Jornal GGN – Sem as vestes verde-oliva, o general Eduardo Pazuello, ex-ministro da Saúde, chegou à sessão da CPI da Covid, na manhã desta quarta (19), preparado para uma difícil missão: responder aos questionamentos dos senadores evitando se auto-incriminar e, ao mesmo, sem comprometer o presidente da República, Jair Bolsonaro, pela gestão desastrosa da pandemia do novo coronavírus, que já tirou a vida de mais de 439 mil brasileiros até aqui.

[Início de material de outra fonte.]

# SPDX-License-Identifier: MIT
"""Weekly means per item: PostgreSQL with 0 and 2 workers beside SQLite's period_totals.

    /usr/bin/python3 tests/postgres/bench_postgres.py [rows]     (default 10,000,000)

Run by hand, not a test: it asserts nothing about time. The same rows are
made inside each engine by the same deterministic scramble of the row number
(bench_jobs.py's), so both hold the same sales: five years, 60 items. Timed,
best of ALMANAC_BENCH_REPEAT runs (3), each query with its answer fetched into
Python:
    SQLite      SELECT item, period_start, amount / sales FROM period_totals('sales', 'week')
    PostgreSQL  SELECT item, period_floor(ts, 'week'), moving_mean(amount) ... GROUP BY 1, 2
                with max_parallel_workers_per_gather = 0, then = 2 (parallel plan forced
                by zero parallel costs; EXPLAIN ANALYZE's workers launched are printed)
and, for scale, PostgreSQL's own avg(amount) by date_trunc('week', ts AT TIME ZONE 'UTC') with 0
workers. Statistics on both grouping keys let the planner hash the groups.
Prints the seconds and the ratios. Exits 1 when the ways' means differ: the
exact sum divided by n is the same double in every way, so they must be
bit-identical (PostgreSQL's avg is not compared: it is not exactly rounded).
The build must have ALMANAC_POSTGRES on (pg_servers.py installs it privately).
"""
import os
import pathlib
import sqlite3
import sys
import time

sys.path.insert(0, str(pathlib.Path(__file__).resolve().parent))
from pg_servers import SOURCE, almanac_server, explained_plan, plan_nodes  # noqa: E402

MODULE = os.environ.get("ALMANAC_MODULE", str(SOURCE / "build" / "almanac.so"))
ROWS = int(sys.argv[1]) if len(sys.argv) > 1 else 10_000_000
REPEAT = int(os.environ.get("ALMANAC_BENCH_REPEAT", "3"))
START = 1609459200  # 2021-01-01 00:00 UTC
SECONDS = 5 * 365 * 86400
ITEMS = 60

SQLITE_GENERATE = f"""
CREATE TABLE sales(ts TEXT, item TEXT, qty INTEGER, amount REAL);
WITH RECURSIVE n(i) AS (SELECT 1 UNION ALL SELECT i + 1 FROM n WHERE i < {ROWS}),
h(i, a, b) AS (SELECT i, (i * 2654435761 + 97) % 4294967291, (i * 40503 + 12345) % 1000003 FROM n)
INSERT INTO sales
SELECT datetime({START} + a % {SECONDS}, 'unixepoch'), printf('item %02d', b % {ITEMS}), 1 + (a / 7) % 5,
       (100 + (a / 13) % 400000 + 100 * (b % {ITEMS})) / 100.0
FROM h;
"""
PG_GENERATE = f"""
CREATE TABLE sales(ts timestamptz, item text, qty bigint, amount float8);
INSERT INTO sales
SELECT to_timestamp({START} + a % {SECONDS}), 'item ' || lpad((b % {ITEMS})::text, 2, '0'), 1 + (a / 7) % 5,
       (100 + (a / 13) % 400000 + 100 * (b % {ITEMS}))::float8 / 100.0
FROM (SELECT (i * 2654435761 + 97) % 4294967291 AS a, (i * 40503 + 12345) % 1000003 AS b
      FROM generate_series(1::bigint, {ROWS}) AS i) AS h;
-- what a warehouse would do for a weekly report: statistics on its keys, so
-- the planner knows there are some 16,000 groups and hashes them
CREATE STATISTICS sales_item_week ON item, period_floor(ts, 'week') FROM sales;
CREATE STATISTICS sales_item_trunc ON item, date_trunc('week', ts AT TIME ZONE 'UTC') FROM sales;
ANALYZE sales;
"""
SQLITE_WEEKLY = ("SELECT item, period_start, amount / sales FROM period_totals('sales', 'week') "
                 "WHERE sales > 0 ORDER BY 1, 2")
PG_WEEKLY = ("SELECT item, to_char(week, 'YYYY-MM-DD'), mean FROM (SELECT item, period_floor(ts, 'week') AS week, "
             "moving_mean(amount) AS mean FROM sales GROUP BY 1, 2) AS w ORDER BY 1, 2")
PG_OWN = ("SELECT item, date_trunc('week', ts AT TIME ZONE 'UTC') AS week, avg(amount) FROM sales "
          "GROUP BY 1, 2 ORDER BY 1, 2")
WORKERS = ("SET max_parallel_workers_per_gather = {n}; SET parallel_setup_cost = 0; SET parallel_tuple_cost = 0; "
           "SET min_parallel_table_scan_size = 0")


def fetch(cursor, sql):
    cursor.execute(sql)
    return cursor.fetchall()


def best(run):
    times, answer = [], None
    for _ in range(REPEAT):
        began = time.perf_counter()
        answer = run()
        times.append(time.perf_counter() - began)
    return min(times), answer


def main():
    print(f"weekly means per item over {ROWS:,} rows, best of {REPEAT}")
    lite = sqlite3.connect(":memory:")
    lite.enable_load_extension(True)
    lite.load_extension(MODULE)
    began = time.perf_counter()
    lite.executescript(SQLITE_GENERATE)
    print(f"  SQLite: {ROWS:,} rows made in {time.perf_counter() - began:.1f} s")
    lite_seconds, lite_answer = best(lambda: lite.execute(SQLITE_WEEKLY).fetchall())
    lite.close()

    settings = {"shared_buffers": "'1GB'", "work_mem": "'256MB'", "max_parallel_workers_per_gather": "2"}
    with almanac_server("bench", settings=settings) as pg:
        cursor = pg.cursor()
        began = time.perf_counter()
        cursor.execute(PG_GENERATE)
        print(f"  PostgreSQL: {ROWS:,} rows made in {time.perf_counter() - began:.1f} s")
        cursor.execute("SELECT count(*) FROM sales")  # a first scan, so every timed scan finds the table cached
        results = {}
        for n in (0, 2):
            plan = explained_plan(pg, WORKERS.format(n=n), PG_WEEKLY, options="ANALYZE")
            nodes = list(plan_nodes(plan))
            launched = sum(node.get("Workers Launched", 0) for node in nodes)
            shape = " > ".join(f"{node.get('Partial Mode', '')} {node['Node Type']}".strip() for node in nodes
                               if node["Node Type"] in ("Aggregate", "Gather", "Gather Merge", "Sort"))
            shape += " (" + ", ".join(node["Strategy"] for node in nodes if "Strategy" in node) + ")"
            results[n] = best(lambda: fetch(cursor, PG_WEEKLY)) + (f"{launched} workers launched; {shape}",)
        cursor.execute(WORKERS.format(n=0))
        own_seconds, _ = best(lambda: fetch(cursor, PG_OWN))

    rows = [("SQLite period_totals", lite_seconds, ""),
            ("PostgreSQL moving_mean, 0 workers", results[0][0], results[0][2]),
            ("PostgreSQL moving_mean, 2 workers", results[2][0], results[2][2]),
            ("PostgreSQL avg, 0 workers (its own)", own_seconds, "")]
    for name, seconds, note in rows:
        print(f"  {name:40s} {seconds:8.3f} s  {seconds / lite_seconds:6.2f} x SQLite  {note}")
    print(f"  2 workers against 0 workers: {results[2][0] / results[0][0]:.2f} x")
    same = lite_answer == results[0][1] == results[2][1]
    print(f"  groups: {len(lite_answer):,}; the three ways' means are {'bit-identical' if same else 'DIFFERENT'}")
    return 0 if same and lite_answer else 1


if __name__ == "__main__":
    sys.exit(main())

Na primeira parte das perguntas do relator, o senador Renan Calheiros, Pazuello afirmou que tinha total autonomia e não recebeu nenhuma ordem de Bolsonaro para deixar de comprar qualquer vacina contra Covid-19. Citando o Conselho Federal de Medicana, ele defendeu a autonomia médica e a nota técnica emitida pelo Ministério da Saúde para uso da hidroxicloroquina em “doses seguras e não na fase aguda” da doença. Ele também negou participação de Carlos Bolsonaro em reuniões sobre a pandemia ou a existência de um gabinete paralelo.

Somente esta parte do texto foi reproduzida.